Collected data:
= = = = = = =
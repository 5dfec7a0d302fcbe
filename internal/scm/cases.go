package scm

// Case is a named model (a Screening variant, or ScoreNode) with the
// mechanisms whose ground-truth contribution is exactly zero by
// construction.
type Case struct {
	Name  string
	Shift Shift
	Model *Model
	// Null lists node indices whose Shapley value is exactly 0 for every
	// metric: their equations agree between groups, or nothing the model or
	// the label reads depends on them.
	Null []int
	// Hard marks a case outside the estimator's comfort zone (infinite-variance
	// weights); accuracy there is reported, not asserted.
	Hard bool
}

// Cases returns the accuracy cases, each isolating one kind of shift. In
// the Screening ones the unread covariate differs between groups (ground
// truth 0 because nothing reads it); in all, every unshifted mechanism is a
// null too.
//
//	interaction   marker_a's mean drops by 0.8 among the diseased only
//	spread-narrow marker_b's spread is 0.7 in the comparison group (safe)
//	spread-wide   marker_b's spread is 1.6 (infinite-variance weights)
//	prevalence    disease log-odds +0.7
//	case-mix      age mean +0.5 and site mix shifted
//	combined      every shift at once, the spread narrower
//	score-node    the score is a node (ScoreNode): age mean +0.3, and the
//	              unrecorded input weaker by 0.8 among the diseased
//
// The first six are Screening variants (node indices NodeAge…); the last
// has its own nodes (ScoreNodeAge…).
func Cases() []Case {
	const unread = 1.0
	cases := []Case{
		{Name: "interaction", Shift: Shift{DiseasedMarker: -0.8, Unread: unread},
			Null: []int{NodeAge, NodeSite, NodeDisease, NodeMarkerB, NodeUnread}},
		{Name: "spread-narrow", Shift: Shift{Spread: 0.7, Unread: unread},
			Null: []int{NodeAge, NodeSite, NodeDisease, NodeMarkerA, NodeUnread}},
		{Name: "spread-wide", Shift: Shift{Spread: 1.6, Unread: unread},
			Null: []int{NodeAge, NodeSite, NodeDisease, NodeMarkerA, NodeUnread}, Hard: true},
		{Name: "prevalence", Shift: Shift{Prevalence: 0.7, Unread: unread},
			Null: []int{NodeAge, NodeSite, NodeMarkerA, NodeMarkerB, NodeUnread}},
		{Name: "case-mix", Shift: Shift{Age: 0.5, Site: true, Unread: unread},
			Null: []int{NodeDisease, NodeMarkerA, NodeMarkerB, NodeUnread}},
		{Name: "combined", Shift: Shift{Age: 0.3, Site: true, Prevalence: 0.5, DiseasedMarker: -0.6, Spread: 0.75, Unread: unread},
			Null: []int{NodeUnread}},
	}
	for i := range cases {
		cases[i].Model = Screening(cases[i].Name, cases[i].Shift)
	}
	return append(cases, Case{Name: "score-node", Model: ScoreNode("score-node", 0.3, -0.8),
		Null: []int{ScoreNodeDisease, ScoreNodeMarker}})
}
= = = = = = =
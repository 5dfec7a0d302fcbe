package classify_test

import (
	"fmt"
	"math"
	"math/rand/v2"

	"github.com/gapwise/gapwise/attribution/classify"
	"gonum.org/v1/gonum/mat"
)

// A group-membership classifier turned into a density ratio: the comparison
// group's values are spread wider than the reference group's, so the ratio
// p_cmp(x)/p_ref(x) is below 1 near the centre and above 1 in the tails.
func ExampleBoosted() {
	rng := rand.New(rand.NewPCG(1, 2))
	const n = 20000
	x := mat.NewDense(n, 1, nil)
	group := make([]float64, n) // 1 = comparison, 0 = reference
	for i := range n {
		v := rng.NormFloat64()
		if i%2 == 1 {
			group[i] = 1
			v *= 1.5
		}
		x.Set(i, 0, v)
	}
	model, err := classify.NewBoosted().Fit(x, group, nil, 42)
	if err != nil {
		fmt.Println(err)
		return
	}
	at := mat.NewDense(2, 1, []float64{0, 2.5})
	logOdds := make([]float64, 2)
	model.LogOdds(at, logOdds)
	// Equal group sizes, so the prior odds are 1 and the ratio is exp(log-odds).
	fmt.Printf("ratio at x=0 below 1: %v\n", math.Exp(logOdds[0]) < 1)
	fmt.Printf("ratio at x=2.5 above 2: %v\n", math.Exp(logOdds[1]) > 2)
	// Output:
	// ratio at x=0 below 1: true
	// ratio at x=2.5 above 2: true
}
= = = = = = =
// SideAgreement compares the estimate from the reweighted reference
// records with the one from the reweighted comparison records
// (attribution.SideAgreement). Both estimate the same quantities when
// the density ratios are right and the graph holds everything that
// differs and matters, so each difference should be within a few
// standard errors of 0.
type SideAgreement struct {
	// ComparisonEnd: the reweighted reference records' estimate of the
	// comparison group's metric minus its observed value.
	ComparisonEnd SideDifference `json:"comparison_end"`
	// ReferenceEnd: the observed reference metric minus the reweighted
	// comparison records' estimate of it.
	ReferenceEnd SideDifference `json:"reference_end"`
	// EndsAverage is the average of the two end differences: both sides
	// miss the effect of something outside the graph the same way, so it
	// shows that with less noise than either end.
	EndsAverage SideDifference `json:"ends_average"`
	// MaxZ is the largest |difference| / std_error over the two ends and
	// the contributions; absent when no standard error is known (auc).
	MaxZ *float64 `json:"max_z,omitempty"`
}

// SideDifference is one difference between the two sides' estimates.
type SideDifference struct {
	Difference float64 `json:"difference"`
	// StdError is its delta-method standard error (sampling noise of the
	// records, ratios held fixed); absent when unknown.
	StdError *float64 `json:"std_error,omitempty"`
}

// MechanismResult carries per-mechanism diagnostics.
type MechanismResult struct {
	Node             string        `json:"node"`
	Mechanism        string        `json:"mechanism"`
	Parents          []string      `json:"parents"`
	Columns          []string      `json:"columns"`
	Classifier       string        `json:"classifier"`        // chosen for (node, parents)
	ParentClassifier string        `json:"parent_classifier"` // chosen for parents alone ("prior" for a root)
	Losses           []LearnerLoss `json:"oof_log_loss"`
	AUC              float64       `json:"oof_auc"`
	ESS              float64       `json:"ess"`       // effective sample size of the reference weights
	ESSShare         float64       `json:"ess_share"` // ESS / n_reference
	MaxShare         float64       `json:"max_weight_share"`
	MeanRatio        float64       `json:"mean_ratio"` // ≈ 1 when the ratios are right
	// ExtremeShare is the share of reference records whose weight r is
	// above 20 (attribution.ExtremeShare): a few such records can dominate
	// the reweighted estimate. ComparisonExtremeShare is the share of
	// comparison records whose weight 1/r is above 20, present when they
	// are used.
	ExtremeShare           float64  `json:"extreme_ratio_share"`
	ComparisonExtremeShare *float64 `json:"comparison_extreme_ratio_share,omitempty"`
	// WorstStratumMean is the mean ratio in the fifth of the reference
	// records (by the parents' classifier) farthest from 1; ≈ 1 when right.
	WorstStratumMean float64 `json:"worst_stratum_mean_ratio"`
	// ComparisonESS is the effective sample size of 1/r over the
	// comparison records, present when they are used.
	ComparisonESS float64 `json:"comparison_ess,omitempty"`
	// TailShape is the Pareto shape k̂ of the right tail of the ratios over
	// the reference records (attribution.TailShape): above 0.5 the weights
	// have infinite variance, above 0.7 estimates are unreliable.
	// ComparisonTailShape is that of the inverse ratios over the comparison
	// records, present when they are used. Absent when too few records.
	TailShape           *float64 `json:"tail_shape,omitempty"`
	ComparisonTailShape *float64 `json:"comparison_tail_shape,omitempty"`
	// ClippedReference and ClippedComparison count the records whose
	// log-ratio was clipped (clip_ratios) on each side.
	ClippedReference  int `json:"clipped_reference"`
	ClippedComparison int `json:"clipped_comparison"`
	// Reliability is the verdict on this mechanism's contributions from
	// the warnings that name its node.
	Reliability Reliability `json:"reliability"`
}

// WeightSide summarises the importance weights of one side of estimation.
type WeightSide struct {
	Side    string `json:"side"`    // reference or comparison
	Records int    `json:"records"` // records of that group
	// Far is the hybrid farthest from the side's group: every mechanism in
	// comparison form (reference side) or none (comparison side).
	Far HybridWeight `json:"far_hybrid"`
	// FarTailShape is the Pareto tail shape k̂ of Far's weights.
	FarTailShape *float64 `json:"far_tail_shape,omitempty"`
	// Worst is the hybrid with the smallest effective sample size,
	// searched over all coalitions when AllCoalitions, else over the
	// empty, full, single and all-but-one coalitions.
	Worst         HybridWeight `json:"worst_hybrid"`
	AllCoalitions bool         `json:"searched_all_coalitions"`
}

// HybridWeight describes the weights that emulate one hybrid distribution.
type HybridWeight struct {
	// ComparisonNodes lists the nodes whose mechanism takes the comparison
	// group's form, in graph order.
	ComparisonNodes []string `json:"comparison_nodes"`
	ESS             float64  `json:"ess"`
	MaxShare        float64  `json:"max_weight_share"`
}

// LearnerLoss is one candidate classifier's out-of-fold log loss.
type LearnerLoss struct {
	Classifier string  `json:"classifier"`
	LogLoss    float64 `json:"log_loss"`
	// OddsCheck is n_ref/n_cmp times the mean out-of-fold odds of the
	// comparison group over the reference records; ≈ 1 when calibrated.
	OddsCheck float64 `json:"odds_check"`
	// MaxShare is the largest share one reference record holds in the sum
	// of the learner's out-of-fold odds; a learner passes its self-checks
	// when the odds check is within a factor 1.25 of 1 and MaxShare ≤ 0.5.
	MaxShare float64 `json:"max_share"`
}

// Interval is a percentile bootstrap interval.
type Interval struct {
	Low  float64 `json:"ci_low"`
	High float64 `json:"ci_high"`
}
= = = = = = =
# Exercise description
Retype exactly the lines of the data above that fall between the line with "estimate of the" and the line with "estimate of it.", inclusive, and add nothing.

# Answer to this problem
	// ComparisonEnd: the reweighted reference records' estimate of the
	// comparison group's metric minus its observed value.
	ComparisonEnd SideDifference `json:"comparison_end"`
	// ReferenceEnd: the observed reference metric minus the reweighted
	// comparison records' estimate of it.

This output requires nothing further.